using ScopeReader.Captures;
using ScopeReader.Readings;

namespace ScopeReader.Harmonics;

/// <summary>What the stated bandwidth of the chain leaves unknown of a harmonic's level.</summary>
/// <remarks>
/// A response that is 3.01 dB down at B loses 3.01·(f/B)² dB at f if it is Gaussian, and less below B if it is flatter: that is
/// taken as the bound of the error beyond 0.3 B, where it reaches 0.27 dB. Below that the plan's flatness holds.
/// </remarks>
internal sealed class RollOff
{
    /// <summary>Share of the bandwidth from which roll-off counts.</summary>
    public const double Onset = 0.3;

    private const double HalfPower = 3.010299956639812;

    private readonly double? _frequency;

    public RollOff(MeasuringChain chain, double? fundamental)
    {
        _frequency = fundamental;
        double square = 0;
        foreach (double? bandwidth in (ReadOnlySpan<double?>)[chain.InputBandwidth, chain.ProbeBandwidth])
            if (bandwidth is { } b)
                square += 1 / (b * b);
        Bandwidth = square > 0 ? 1 / Math.Sqrt(square) : null;
    }

    /// <summary>Bandwidth of input and probe together, Hz; null where none is stated.</summary>
    public double? Bandwidth { get; }

    /// <summary>True where a harmonic lies in the roll-off.</summary>
    public bool Reaches(int order) => _frequency * order > Onset * Bandwidth;

    /// <summary>The term of a level, relative to the fundamental's but for the fundamental's own; none where the harmonic is well inside.</summary>
    public IEnumerable<BudgetTerm> Terms(int order)
    {
        if (!Reaches(order) || _frequency is not { } f || Bandwidth is not { } b)
            yield break;
        double loss = HalfPower * (f / b) * (f / b) * (order == 1 ? 1 : (double)order * order - 1);
        yield return BudgetTerm.Rectangular("roll-off", loss, ofChain: true);
    }
}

* * * * * * * * *

Search the entries for the word "ScopeReader", then copy every line in which it is found.

using ScopeReader.Captures;
using ScopeReader.Readings;
namespace ScopeReader.Harmonics;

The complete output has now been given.